THE INPUT:

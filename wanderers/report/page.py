"""The page of a report as a frozen value: all words and figures in place, nothing rendered yet."""

from __future__ import annotations

from collections.abc import Sequence
from dataclasses import dataclass
from typing import Final

import polars as pl

from wanderers import __version__
from wanderers.ephemeris import timescales
from wanderers.ephemeris.bodies import BODIES, Body
from wanderers.ephemeris.frames import Frame
from wanderers.events.kinds import Kind
from wanderers.report import facts
from wanderers.report.comparison import Compared, compared
from wanderers.report.contents import Contents
from wanderers.report.glance import Glance, at_a_glance
from wanderers.report.glossary import glossary
from wanderers.report.pictures import Picture
from wanderers.report.planets import PlanetSection, planet_sections

FRAME_WORDS: Final = {
    Frame.ECLIPTIC: "true ecliptic and equinox of date",
    Frame.EQUATOR: "true equator and equinox of date (longitude means right ascension)",
    Frame.J2000: "fixed mean ecliptic of J2000 (motion against the stars)",
}
SCALE_WORDS: Final = {"utc": "UTC", "tt": "TT"}
PLACES: Final = (
    "geocentric and apparent: light-time, light deflection by the Sun and annual aberration applied"
)
READERS: Final = "for planetarium producers, observers and calendar editors"


@dataclass(frozen=True, slots=True)
class Choice:
    """One tick box of a filter: the value in the tables and its words."""

    value: str
    label: str


@dataclass(frozen=True, slots=True)
class Page:
    """Everything the template prints.

    Attributes:
        title: of the page.
        lead: what it is and for whom, one sentence.
        stem: of the files that the page lets people save.
        first: beginning of the span.
        last: its end.
        span: the span in words.
        basis: the settings every reader should know: terms and words.
        generator: program and version.
        kernel_line: kernel and checksum in one line.
        provenance: terms and what they stand for: kernel, checksum, version, frame, time scale, ...
        overview: the picture of all longitudes, None where no planet was asked for.
        glance: the list at the top.
        sections: one a planet.
        definitions: stations and meetings of planets by every definition, the first of ``definition_count``.
        bodies: tick boxes of the body filter.
        kinds: tick boxes of the kind filter.
        event_count: rows of the event table.
        glossary: terms and their meanings.
        caution: what holds for the whole page.
        files: names of the data files beside the page, and what they hold.
    """

    title: str
    lead: str
    stem: str
    first: str
    last: str
    span: str
    basis: tuple[tuple[str, str], ...]
    generator: str
    kernel_line: str
    provenance: tuple[tuple[str, str], ...]
    overview: Picture | None
    glance: tuple[Glance, ...]
    sections: tuple[PlanetSection, ...]
    definitions: tuple[Compared, ...]
    definition_count: int
    bodies: tuple[Choice, ...]
    kinds: tuple[Choice, ...]
    event_count: int
    glossary: tuple[tuple[str, str], ...]
    caution: str
    files: tuple[tuple[str, str], ...]


def page_of(
    contents: Contents, pictures: Sequence[Picture], stem: str, files: Sequence[tuple[str, str]] = ()
) -> Page:
    """Compose the page of a report.

    Args:
        contents: its tables.
        pictures: drawn from them.
        stem: name of the report, for the files the page lets people save.
        files: names of the files beside the page, and what they hold.
    """
    request = contents.request
    first, last = request.ends
    span = f"{first} to {last} {SCALE_WORDS[request.scale]}"
    overviews = [picture for picture in pictures if picture.body is None]
    return Page(
        title=f"The wandering planets, {first} to {last}",
        lead=(
            f"Stations, retrograde seasons and meetings of the planets from {span}, seen from the centre of "
            f"the Earth: {READERS}."
        ),
        stem=stem,
        first=first,
        last=last,
        span=span,
        basis=basis(contents),
        generator=f"wanderers {__version__}",
        kernel_line=f"kernel {contents.kernel.name}, SHA-256 {contents.kernel.sha256}",
        provenance=provenance(contents),
        overview=overviews[0] if overviews else None,
        glance=at_a_glance(contents.events, contents.seasons, request.jd_from, request.kinds),
        sections=planet_sections(contents, pictures),
        definitions=compared(contents.definitions),
        definition_count=contents.definitions.height,
        bodies=body_choices(contents.events),
        kinds=kind_choices(contents.events),
        event_count=contents.events.height,
        glossary=glossary(kind for kind in Kind if kind.value in set(contents.events["kind"])),
        caution=facts.PAGE_CAUTION,
        files=tuple(files),
    )


def basis(contents: Contents) -> tuple[tuple[str, str], ...]:
    """Return the settings that every reader should know before the first figure."""
    request = contents.request
    first, last = request.ends
    return (
        ("Span", f"{first} to {last} {SCALE_WORDS[request.scale]}"),
        ("Frame", ", ".join(frame.value for frame in request.frames)),
        ("Seen from", "the centre of the Earth"),
        ("Times", "UTC"),
        ("Kernel", contents.kernel.name),
        ("Events", f"{contents.events.height}"),
    )


def provenance(contents: Contents) -> tuple[tuple[str, str], ...]:
    """Return what another editor needs to explain a difference: sources, versions, frames, scales."""
    request, kernel = contents.request, contents.kernel
    first, last = request.ends
    wanted = [
        ("Bodies", [body.label for body in request.bodies], len(BODIES)),
        ("Kinds of events", [kind_label(kind) for kind in request.kinds], len(Kind)),
    ]
    return (
        ("Span", f"{first} to {last} ({SCALE_WORDS[request.scale]}), the end itself not included"),
        ("Frame", "; ".join(f"{frame.value}: {FRAME_WORDS[frame]}" for frame in request.frames)),
        ("Places", PLACES),
        ("Time scale", "UTC on this page; TT and UTC in the files. " + timescales.time_scale_facts().source),
        ("Kernel", f"{kernel.name} ({kernel.path.name}, {kernel.size_bytes / 1e6:.0f} MB)"),
        ("Kernel checksum", f"SHA-256 {kernel.sha256}"),
        ("Program", f"wanderers {__version__}"),
        *((term, ", ".join(names) if len(names) < of else "all") for term, names, of in wanted),
        ("Magnitudes", "model magnitudes (V), as for the whole disc; weather and dust on Mars are left out"),
    )


def kind_label(kind: str) -> str:
    """Return a kind of event as people write it."""
    return kind.replace("_", " ").capitalize()


def body_choices(events: pl.DataFrame) -> tuple[Choice, ...]:
    """Return the bodies that occur in an event table, in the written order."""
    present = set(events["body"]) | set(events["other"])
    return tuple(Choice(body.value, body.label) for body in Body if body.value in present)


def kind_choices(events: pl.DataFrame) -> tuple[Choice, ...]:
    """Return the kinds that occur in an event table, in the order of documentation."""
    present = set(events["kind"])
    return tuple(Choice(kind.value, kind_label(kind)) for kind in Kind if kind.value in present)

TO DO: From the entries above, restate word for word the lines from the line containing "from wanderers.ephemeris.frames import Frame" to the line containing "basis: the settings", both ends included, and nothing more.

RESULT FOR THIS EXERCISE:
from wanderers.ephemeris.frames import Frame
from wanderers.events.kinds import Kind
from wanderers.report import facts
from wanderers.report.comparison import Compared, compared
from wanderers.report.contents import Contents
from wanderers.report.glance import Glance, at_a_glance
from wanderers.report.glossary import glossary
from wanderers.report.pictures import Picture
from wanderers.report.planets import PlanetSection, planet_sections

FRAME_WORDS: Final = {
    Frame.ECLIPTIC: "true ecliptic and equinox of date",
    Frame.EQUATOR: "true equator and equinox of date (longitude means right ascension)",
    Frame.J2000: "fixed mean ecliptic of J2000 (motion against the stars)",
}
SCALE_WORDS: Final = {"utc": "UTC", "tt": "TT"}
PLACES: Final = (
    "geocentric and apparent: light-time, light deflection by the Sun and annual aberration applied"
)
READERS: Final = "for planetarium producers, observers and calendar editors"


@dataclass(frozen=True, slots=True)
class Choice:
    """One tick box of a filter: the value in the tables and its words."""

    value: str
    label: str


@dataclass(frozen=True, slots=True)
class Page:
    """Everything the template prints.

    Attributes:
        title: of the page.
        lead: what it is and for whom, one sentence.
        stem: of the files that the page lets people save.
        first: beginning of the span.
        last: its end.
        span: the span in words.
        basis: the settings every reader should know: terms and words.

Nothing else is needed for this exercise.